Data items
%%

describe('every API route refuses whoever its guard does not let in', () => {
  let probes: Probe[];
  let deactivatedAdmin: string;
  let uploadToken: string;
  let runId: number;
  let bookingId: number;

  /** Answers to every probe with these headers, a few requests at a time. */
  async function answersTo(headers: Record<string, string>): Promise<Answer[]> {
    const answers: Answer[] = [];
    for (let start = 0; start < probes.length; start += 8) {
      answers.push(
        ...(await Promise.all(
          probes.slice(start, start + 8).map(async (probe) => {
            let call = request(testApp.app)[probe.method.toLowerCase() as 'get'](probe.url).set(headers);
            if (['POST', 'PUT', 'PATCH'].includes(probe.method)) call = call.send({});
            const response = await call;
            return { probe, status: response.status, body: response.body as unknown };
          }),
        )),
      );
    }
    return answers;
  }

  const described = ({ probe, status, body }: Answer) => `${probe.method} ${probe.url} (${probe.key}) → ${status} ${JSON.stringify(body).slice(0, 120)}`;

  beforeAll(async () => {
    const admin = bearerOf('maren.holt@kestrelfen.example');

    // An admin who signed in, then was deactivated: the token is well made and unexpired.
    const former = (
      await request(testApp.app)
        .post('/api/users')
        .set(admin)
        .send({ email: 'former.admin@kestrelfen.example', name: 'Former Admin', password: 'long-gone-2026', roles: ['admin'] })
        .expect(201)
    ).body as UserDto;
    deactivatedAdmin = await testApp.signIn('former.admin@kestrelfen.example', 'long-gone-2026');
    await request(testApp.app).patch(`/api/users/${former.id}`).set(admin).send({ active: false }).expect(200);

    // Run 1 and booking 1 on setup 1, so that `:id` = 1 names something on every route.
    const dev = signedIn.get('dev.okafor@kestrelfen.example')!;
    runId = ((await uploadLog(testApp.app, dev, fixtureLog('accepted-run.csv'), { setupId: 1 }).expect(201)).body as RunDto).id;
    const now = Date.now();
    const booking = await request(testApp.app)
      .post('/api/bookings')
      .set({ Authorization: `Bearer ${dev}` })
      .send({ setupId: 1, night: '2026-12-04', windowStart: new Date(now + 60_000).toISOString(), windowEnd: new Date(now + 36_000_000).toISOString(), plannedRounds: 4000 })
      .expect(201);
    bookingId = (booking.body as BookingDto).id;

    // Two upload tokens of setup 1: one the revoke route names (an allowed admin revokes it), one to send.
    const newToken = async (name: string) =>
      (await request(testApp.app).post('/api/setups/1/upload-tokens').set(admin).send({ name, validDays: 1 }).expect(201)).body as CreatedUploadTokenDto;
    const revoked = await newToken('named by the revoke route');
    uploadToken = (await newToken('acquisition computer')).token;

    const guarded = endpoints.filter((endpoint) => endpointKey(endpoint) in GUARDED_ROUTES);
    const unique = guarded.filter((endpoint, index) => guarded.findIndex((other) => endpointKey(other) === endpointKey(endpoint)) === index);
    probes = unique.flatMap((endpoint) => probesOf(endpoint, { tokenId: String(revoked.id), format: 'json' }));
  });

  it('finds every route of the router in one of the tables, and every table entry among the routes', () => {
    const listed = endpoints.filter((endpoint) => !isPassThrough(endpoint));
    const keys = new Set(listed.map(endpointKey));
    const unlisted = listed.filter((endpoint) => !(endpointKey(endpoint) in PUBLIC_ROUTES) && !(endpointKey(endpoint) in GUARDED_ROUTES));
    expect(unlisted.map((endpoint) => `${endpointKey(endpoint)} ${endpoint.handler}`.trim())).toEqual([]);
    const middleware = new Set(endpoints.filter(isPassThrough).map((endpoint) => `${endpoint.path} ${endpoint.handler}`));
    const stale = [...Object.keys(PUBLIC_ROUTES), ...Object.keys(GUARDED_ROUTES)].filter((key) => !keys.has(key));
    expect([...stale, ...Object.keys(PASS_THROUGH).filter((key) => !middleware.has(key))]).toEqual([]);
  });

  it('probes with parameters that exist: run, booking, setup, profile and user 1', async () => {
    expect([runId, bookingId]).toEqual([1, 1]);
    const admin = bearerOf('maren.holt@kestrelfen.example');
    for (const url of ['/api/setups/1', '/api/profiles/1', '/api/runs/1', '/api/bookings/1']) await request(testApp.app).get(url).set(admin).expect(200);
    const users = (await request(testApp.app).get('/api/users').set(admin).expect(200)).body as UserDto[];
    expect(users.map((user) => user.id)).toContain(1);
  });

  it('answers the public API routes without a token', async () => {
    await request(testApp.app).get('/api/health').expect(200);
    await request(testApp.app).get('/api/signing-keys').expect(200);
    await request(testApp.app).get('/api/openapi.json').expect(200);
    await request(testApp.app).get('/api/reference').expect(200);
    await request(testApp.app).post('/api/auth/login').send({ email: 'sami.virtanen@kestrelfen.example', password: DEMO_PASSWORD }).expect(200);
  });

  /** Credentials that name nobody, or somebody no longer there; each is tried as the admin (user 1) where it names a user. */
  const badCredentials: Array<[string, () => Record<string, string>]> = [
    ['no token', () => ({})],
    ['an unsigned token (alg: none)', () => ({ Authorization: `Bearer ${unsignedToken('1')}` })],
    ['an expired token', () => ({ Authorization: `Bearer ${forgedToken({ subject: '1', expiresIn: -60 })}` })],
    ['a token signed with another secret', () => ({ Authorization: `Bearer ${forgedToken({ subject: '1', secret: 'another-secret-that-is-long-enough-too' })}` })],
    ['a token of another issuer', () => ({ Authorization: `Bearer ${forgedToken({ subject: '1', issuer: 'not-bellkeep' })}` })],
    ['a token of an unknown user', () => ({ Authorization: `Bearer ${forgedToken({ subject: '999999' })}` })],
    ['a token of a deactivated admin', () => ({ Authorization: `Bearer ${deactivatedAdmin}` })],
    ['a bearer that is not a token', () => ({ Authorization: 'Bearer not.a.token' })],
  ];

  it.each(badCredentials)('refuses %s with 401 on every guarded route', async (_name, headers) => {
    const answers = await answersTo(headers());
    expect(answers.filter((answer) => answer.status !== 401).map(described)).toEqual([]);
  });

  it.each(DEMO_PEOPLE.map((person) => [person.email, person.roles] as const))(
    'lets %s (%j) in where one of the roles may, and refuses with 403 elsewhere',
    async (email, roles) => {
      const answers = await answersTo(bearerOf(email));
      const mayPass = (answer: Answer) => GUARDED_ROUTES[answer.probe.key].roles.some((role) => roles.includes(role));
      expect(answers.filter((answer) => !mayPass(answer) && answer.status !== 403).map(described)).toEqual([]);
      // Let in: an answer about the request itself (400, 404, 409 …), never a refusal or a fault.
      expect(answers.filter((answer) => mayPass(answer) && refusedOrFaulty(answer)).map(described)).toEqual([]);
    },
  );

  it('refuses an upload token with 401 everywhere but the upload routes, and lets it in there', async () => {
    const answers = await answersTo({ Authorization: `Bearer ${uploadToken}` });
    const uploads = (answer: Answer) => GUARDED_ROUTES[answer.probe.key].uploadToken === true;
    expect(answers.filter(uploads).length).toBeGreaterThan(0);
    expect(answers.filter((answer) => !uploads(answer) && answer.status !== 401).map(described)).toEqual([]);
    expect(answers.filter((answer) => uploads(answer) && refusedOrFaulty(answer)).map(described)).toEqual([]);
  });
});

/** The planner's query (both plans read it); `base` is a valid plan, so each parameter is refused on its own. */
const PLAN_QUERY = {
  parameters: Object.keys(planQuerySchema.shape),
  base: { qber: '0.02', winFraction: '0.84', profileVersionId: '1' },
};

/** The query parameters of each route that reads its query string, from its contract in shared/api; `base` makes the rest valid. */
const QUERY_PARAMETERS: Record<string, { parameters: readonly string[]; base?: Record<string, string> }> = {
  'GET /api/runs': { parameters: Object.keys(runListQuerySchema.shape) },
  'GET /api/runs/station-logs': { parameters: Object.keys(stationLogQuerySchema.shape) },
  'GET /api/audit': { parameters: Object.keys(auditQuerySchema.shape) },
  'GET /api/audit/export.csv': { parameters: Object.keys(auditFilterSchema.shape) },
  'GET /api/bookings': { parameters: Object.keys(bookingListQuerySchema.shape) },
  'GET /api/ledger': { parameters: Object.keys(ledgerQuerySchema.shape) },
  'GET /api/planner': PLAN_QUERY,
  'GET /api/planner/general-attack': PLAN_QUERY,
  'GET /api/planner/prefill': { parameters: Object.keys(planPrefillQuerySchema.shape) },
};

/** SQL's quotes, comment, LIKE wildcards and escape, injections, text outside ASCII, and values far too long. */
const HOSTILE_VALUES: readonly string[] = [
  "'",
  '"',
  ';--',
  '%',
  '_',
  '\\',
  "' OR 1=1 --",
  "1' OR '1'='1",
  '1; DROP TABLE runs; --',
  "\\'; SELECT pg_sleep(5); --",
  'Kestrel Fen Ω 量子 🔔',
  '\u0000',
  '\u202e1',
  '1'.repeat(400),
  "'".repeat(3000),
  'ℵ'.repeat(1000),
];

%%

▶ _Activity_
Give a count of the lines above that include the word "answersTo", and add nothing to it.

▶ _Output for this task_
4